/**
 * Relative intensities as NIST ASD and the Handbook print them: a number with character codes before or after it
 * (`1000h` hazy, `50*` intensity shared by several lines, `200bl` blended, `9c` complex, `5w` wide, `(200)` in
 * parentheses, `300P` persistent), or only codes with no number. Only the number is kept; the codes are returned for
 * notes (ASD line-list help, "Relative intensity" codes).
 */
export interface IntensityReading {
  /** The number, or null when the cell has none (blank, or codes alone). */
  value: number | null;
  /** The characters around the number, as written (e.g. 'h', '*', 'bl', '()'). */
  codes: string;
}

// (  codes  number  codes  )  codes — the last codes only after a closing parenthesis; no inner spaces.
const CELL = /^([([])?([A-Za-z*:?~]{0,3})(\d+(?:\.\d*)?(?:[eE][+-]?\d+)?|\.\d+)?([A-Za-z*:?~,\-]{0,4})([)\]])?([A-Za-z*:?~,\-]{0,4})$/;

export function readIntensityCode(cell: string): IntensityReading | null {
  const text = cell.trim().replace(/^="?|"$/g, '');
  if (text === '') return { value: null, codes: '' };
  const m = CELL.exec(text.replace(/^([([])\s+|\s+([)\]])$/g, '$1$2'));
  if (!m) return null;
  if (m[6] && !m[5]) return null;
  const value = m[3] === undefined ? null : Number(m[3]);
  if (value !== null && !Number.isFinite(value)) return null;
  const codes = (m[1] || m[5] ? '()' : '') + m[2] + m[4] + m[6];
  if (value === null && codes.length > 4) return null;
  return { value, codes };
}
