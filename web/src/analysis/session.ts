/**
 * What the spectrum bench is working on: the current capture (a frozen camera frame, a photo or a CSV), the wavelength
 * scale (a profile made here, loaded, or found by self-calibration), the clicked calibration pairs and the latest
 * identification. Cards listen for changes and redraw themselves.
 */
import type { ManualPair } from '../../../src/core/calibration/matchLines.js';
import type { CameraSummary, InstrumentProfile } from '../../../src/core/calibration/profile.js';
import type { IdentifyOutcome } from './identify.js';
import type { SpectrumCapture } from './pipeline.js';
import type { ScaleResult } from './scale.js';

export type SessionEvent = 'capture' | 'scale' | 'pairs' | 'identification' | 'selection';

export interface ScaleState {
  profile: InstrumentProfile;
  /** Where the scale came from. */
  origin: 'calibrated' | 'loaded' | 'self';
  /** Workspace name when saved or loaded. */
  name: string | null;
  /** The calibration that made it, when made here. */
  result: ScaleResult | null;
}

export interface PairDraft extends ManualPair {
  /** What the line is ('Ne I 585.249'). */
  label: string;
}

export class Session {
  capture: SpectrumCapture | null = null;
  camera: CameraSummary | null = null;
  scale: ScaleState | null = null;
  pairs: PairDraft[] = [];
  identification: IdentifyOutcome | null = null;
  /** The peak picked for pairing (index into capture.peaks). */
  pickedPeak: number | null = null;
  private listeners = new Map<SessionEvent, Set<() => void>>();

  on(event: SessionEvent, listener: () => void): void {
    let set = this.listeners.get(event);
    if (!set) this.listeners.set(event, (set = new Set()));
    set.add(listener);
  }

  emit(event: SessionEvent): void {
    for (const l of this.listeners.get(event) ?? []) l();
  }

  setCapture(capture: SpectrumCapture, camera: CameraSummary | null): void {
    this.capture = capture;
    this.camera = camera;
    this.identification = null;
    this.pickedPeak = null;
    this.pairs = [];
    this.emit('capture');
    this.emit('pairs');
    this.emit('identification');
  }

  setScale(scale: ScaleState | null): void {
    this.scale = scale;
    this.emit('scale');
  }

  setPairs(pairs: PairDraft[]): void {
    this.pairs = pairs;
    this.emit('pairs');
  }

  setIdentification(outcome: IdentifyOutcome | null): void {
    this.identification = outcome;
    this.emit('identification');
  }

  pick(peak: number | null): void {
    this.pickedPeak = peak;
    this.emit('selection');
  }
}
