import { parse } from 'csv-parse/sync';
import { InputError } from '../errors.js';
import { vacuumToAirNm } from '../units/airVacuum.js';
import { readIntensityCode } from './intensityCode.js';
import type { LineListResult, ListedLine } from './lineTypes.js';
import { formatSpectrum, normalizeElement, parseSpectrumName } from './spectrumName.js';

export interface ParseLineTableOptions {
  /** Name of the input in messages (a file name). */
  source: string;
  /** Spectrum of every row when the table has no spectrum column, e.g. 'Ne I'. */
  spectrum?: string;
  /** A row that cannot be read: 'fail' throws an InputError naming the row, 'skip' drops it with a warning. @default 'fail' */
  onBadRow?: 'fail' | 'skip';
}

export const LINE_TABLE_DEFAULTS = Object.freeze({ onBadRow: 'fail' as 'fail' | 'skip' });

/** Flags of the project's list: P persistent, S strong (calibration), B unresolved blend, M molecular band head. */
const FLAG_LETTERS = /^[PSBM]*$/;
const COMMENT = /^\s*(#|\/\/)/;

type Column = 'wavelength' | 'intensity' | 'spectrum' | 'element' | 'ion' | 'flags' | 'source' | 'note';

interface Layout {
  index: Partial<Record<Column, number>>;
  /** Wavelength unit factor to nm, and whether the column holds vacuum wavelengths. */
  toNm: number;
  vacuum: boolean;
}

function classify(header: string): { column: Column; toNm?: number; vacuum?: boolean } | null {
  const h = header.trim().toLowerCase().replace(/\s+/g, '_');
  if (/^(air_|vac_|vacuum_)?(wavelength|lambda|wl)(_(air|vac|vacuum))?(_?\(?(nm|a|å|angstrom|um|µm)\)?)?$/.test(h) ||
    /^wavelength_(air|vac|vacuum)_(nm|a|å)$/.test(h)) {
    const toNm = /(\(|_)(a|å|angstrom)\)?$/.test(h) ? 0.1 : /(\(|_)(um|µm)\)?$/.test(h) ? 1000 : 1;
    return { column: 'wavelength', toNm, vacuum: /vac/.test(h) };
  }
  if (/^(rel(ative)?_?)?(intensity|intens|int)(\.|_.*)?$/.test(h)) return { column: 'intensity' };
  if (/^(spectrum|species)$/.test(h)) return { column: 'spectrum' };
  if (/^(element|elem)$/.test(h)) return { column: 'element' };
  if (/^(ion|ion_stage|sp_num|stage|charge_stage)$/.test(h)) return { column: 'ion' };
  if (/^flags?$/.test(h)) return { column: 'flags' };
  if (/^(source|reference|ref)$/.test(h)) return { column: 'source' };
  if (/^(note|notes|comment|comments)$/.test(h)) return { column: 'note' };
  return null;
}

function detectDelimiter(line: string): string {
  if (line.includes('\t')) return '\t';
  if (line.includes(';') && !line.includes(',')) return ';';
  return ',';
}

/**
 * Reads a line table: the project's own `data/lines/*.tsv` (wavelength_nm, intensity, spectrum, flags, source, note)
 * or a user's plain CSV/TSV (`wavelength_nm,intensity,spectrum`; comma, semicolon or tab; `element` + `ion` columns
 * instead of `spectrum`; a header-less table is read as wavelength_nm[, intensity[, spectrum]]). A header naming
 * Å or vacuum is honoured (vacuum converted to standard air by the IAU formula, with a warning). Comment lines start with
 * # or //. A row that cannot be read is an InputError naming the source and line, or a warning with `onBadRow: 'skip'`.
 */
export function parseLineTable(text: string, options: ParseLineTableOptions): LineListResult {
  const { source } = options;
  const onBadRow = options.onBadRow ?? LINE_TABLE_DEFAULTS.onBadRow;
  const all = text.replace(/^\uFEFF/, '').split(/\r\n|\n|\r/);
  const kept: Array<{ line: number; text: string }> = [];
  all.forEach((t, i) => {
    if (t.trim() !== '' && !COMMENT.test(t)) kept.push({ line: i + 1, text: t });
  });
  if (kept.length === 0) throw new InputError(`${source}: no line rows (the file is empty or only comments)`, source);
  const delimiter = detectDelimiter(kept[0].text);
  let records: string[][];
  try {
    records = parse(kept.map((k) => k.text).join('\n'), {
      delimiter,
      relax_column_count: true,
      relax_quotes: true,
      trim: true,
      skip_empty_lines: false,
    }) as string[][];
  } catch (e) {
    throw new InputError(`${source}: cannot read the table (${(e as Error).message})`, source);
  }
  const warnings: string[] = [];
  const first = records[0];
  const headerCells = first.map(classify);
  const hasHeader = headerCells.some((c) => c !== null) || !/^\s*[\d.]+([eE][+-]?\d+)?\s*$/.test(first[0] ?? '');
  let layout: Layout;
  let start = 0;
  if (hasHeader) {
    start = 1;
    layout = { index: {}, toNm: 1, vacuum: false };
    headerCells.forEach((c, i) => {
      if (!c || layout.index[c.column] !== undefined) return;
      layout.index[c.column] = i;
      if (c.column === 'wavelength') {
        layout.toNm = c.toNm ?? 1;
        layout.vacuum = c.vacuum ?? false;
      }
    });
    if (layout.index.wavelength === undefined) {
      throw new InputError(
        `${source}: line ${kept[0].line}: expected a header with a wavelength column (wavelength_nm), got ${first.join(delimiter === '\t' ? ' | ' : delimiter)}`,
        source,
      );
    }
  } else {
    layout = { index: { wavelength: 0, intensity: 1, spectrum: 2 }, toNm: 1, vacuum: false };
  }
  const { index } = layout;
  const fixedSpectrum = options.spectrum === undefined ? undefined : parseSpectrumName(options.spectrum, 'spectrum');
  if (index.spectrum === undefined && index.element === undefined && !fixedSpectrum) {
    throw new InputError(
      `${source}: the table has no spectrum column; add one (e.g. 'Ne I') or give the spectrum of the whole file`,
      source,
    );
  }
  if (layout.vacuum) warnings.push(`${source}: vacuum wavelengths from 200 nm up converted to standard air (IAU formula, Morton 2000)`);

  const lines: ListedLine[] = [];
  for (let r = start; r < records.length; r++) {
    const cells = records[r];
    const lineNo = kept[r].line;
    const cell = (c: Column) => (index[c] === undefined ? '' : (cells[index[c]!] ?? '').trim());
    const fail = (what: string, got: string) => {
      const message = `${source}: line ${lineNo}: expected ${what}, got ${JSON.stringify(got)}`;
      if (onBadRow === 'skip') warnings.push(`${message} (row skipped)`);
      else throw new InputError(message, source);
    };
    const wlText = cell('wavelength');
    const wl = Number(wlText) * layout.toNm;
    if (wlText === '' || !Number.isFinite(wl) || wl <= 0 || wl > 1e6) {
      fail(`a wavelength in ${layout.toNm === 0.1 ? 'Å' : 'nm'}`, wlText);
      continue;
    }
    let intensity = 1;
    if (index.intensity !== undefined) {
      const reading = readIntensityCode(cell('intensity'));
      if (!reading || reading.value === null) {
        fail('a relative intensity (a number ≥ 0)', cell('intensity'));
        continue;
      }
      intensity = reading.value;
    }
    const flags = cell('flags');
    if (!FLAG_LETTERS.test(flags)) {
      fail('flags made of P (persistent), S (strong), B (blend), M (molecular band head)', flags);
      continue;
    }
    const molecular = flags.includes('M');
    let element: string;
    let ionStage: number;
    let spectrum: string;
    if (index.spectrum !== undefined && cell('spectrum') !== '') {
      const text = cell('spectrum');
      if (molecular) {
        element = /^[A-Z][a-z]?\d*/.exec(text)?.[0] ?? text.split(/\s+/)[0]; // 'N2+ 1st negative' → N2
        ionStage = 0;
        spectrum = text;
      } else {
        try {
          ({ element, ionStage, spectrum } = parseSpectrumName(text));
        } catch {
          fail("a spectrum such as 'Ne I' or 'Ar II'", text);
          continue;
        }
      }
    } else if (index.element !== undefined && cell('element') !== '') {
      const el = normalizeElement(cell('element'));
      const ionText = cell('ion') || 'I';
      let stage: number | null = null;
      try {
        stage = /^\d+$/.test(ionText) ? Number(ionText) : parseSpectrumName(`H ${ionText}`).ionStage;
      } catch {
        stage = null;
      }
      if (!el || !stage || stage < 1) {
        fail('an element symbol and ion stage (e.g. Ne, I)', `${cell('element')} ${ionText}`);
        continue;
      }
      element = el;
      ionStage = stage;
      spectrum = formatSpectrum(el, stage);
    } else if (fixedSpectrum) {
      ({ element, ionStage, spectrum } = fixedSpectrum);
    } else {
      fail("a spectrum such as 'Ne I'", '');
      continue;
    }
    const line: ListedLine = {
      // ASD convention: air wavelengths from 200 nm up, vacuum below.
      wavelengthNm: layout.vacuum && wl >= 200 ? vacuumToAirNm(wl, { formula: 'iau' }) : wl,
      intensity,
      element,
      spectrum,
      ionStage,
      kind: molecular ? 'band-head' : 'atomic',
      persistent: flags.includes('P'),
      strong: flags.includes('P') || flags.includes('S'),
      blend: flags.includes('B'),
    };
    const src = cell('source');
    line.source = src || source;
    const note = cell('note');
    if (note) line.note = note;
    lines.push(line);
  }
  if (lines.length === 0) throw new InputError(`${source}: no readable line rows`, source);
  return { lines, warnings, format: 'line-table' };
}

- [WHAT TO DO]:
Could you reproduce exactly the lines of the entries above, from the one with "e.g. 'Ne I'. */" through the one with "if (/^(source|reference|ref)$/.test(h)) return", and nothing else?

- [WRITTEN SOLUTION]:
  /** Spectrum of every row when the table has no spectrum column, e.g. 'Ne I'. */
  spectrum?: string;
  /** A row that cannot be read: 'fail' throws an InputError naming the row, 'skip' drops it with a warning. @default 'fail' */
  onBadRow?: 'fail' | 'skip';
}

export const LINE_TABLE_DEFAULTS = Object.freeze({ onBadRow: 'fail' as 'fail' | 'skip' });

/** Flags of the project's list: P persistent, S strong (calibration), B unresolved blend, M molecular band head. */
const FLAG_LETTERS = /^[PSBM]*$/;
const COMMENT = /^\s*(#|\/\/)/;

type Column = 'wavelength' | 'intensity' | 'spectrum' | 'element' | 'ion' | 'flags' | 'source' | 'note';

interface Layout {
  index: Partial<Record<Column, number>>;
  /** Wavelength unit factor to nm, and whether the column holds vacuum wavelengths. */
  toNm: number;
  vacuum: boolean;
}

function classify(header: string): { column: Column; toNm?: number; vacuum?: boolean } | null {
  const h = header.trim().toLowerCase().replace(/\s+/g, '_');
  if (/^(air_|vac_|vacuum_)?(wavelength|lambda|wl)(_(air|vac|vacuum))?(_?\(?(nm|a|å|angstrom|um|µm)\)?)?$/.test(h) ||
    /^wavelength_(air|vac|vacuum)_(nm|a|å)$/.test(h)) {
    const toNm = /(\(|_)(a|å|angstrom)\)?$/.test(h) ? 0.1 : /(\(|_)(um|µm)\)?$/.test(h) ? 1000 : 1;
    return { column: 'wavelength', toNm, vacuum: /vac/.test(h) };
  }
  if (/^(rel(ative)?_?)?(intensity|intens|int)(\.|_.*)?$/.test(h)) return { column: 'intensity' };
  if (/^(spectrum|species)$/.test(h)) return { column: 'spectrum' };
  if (/^(element|elem)$/.test(h)) return { column: 'element' };
  if (/^(ion|ion_stage|sp_num|stage|charge_stage)$/.test(h)) return { column: 'ion' };
  if (/^flags?$/.test(h)) return { column: 'flags' };
  if (/^(source|reference|ref)$/.test(h)) return { column: 'source' };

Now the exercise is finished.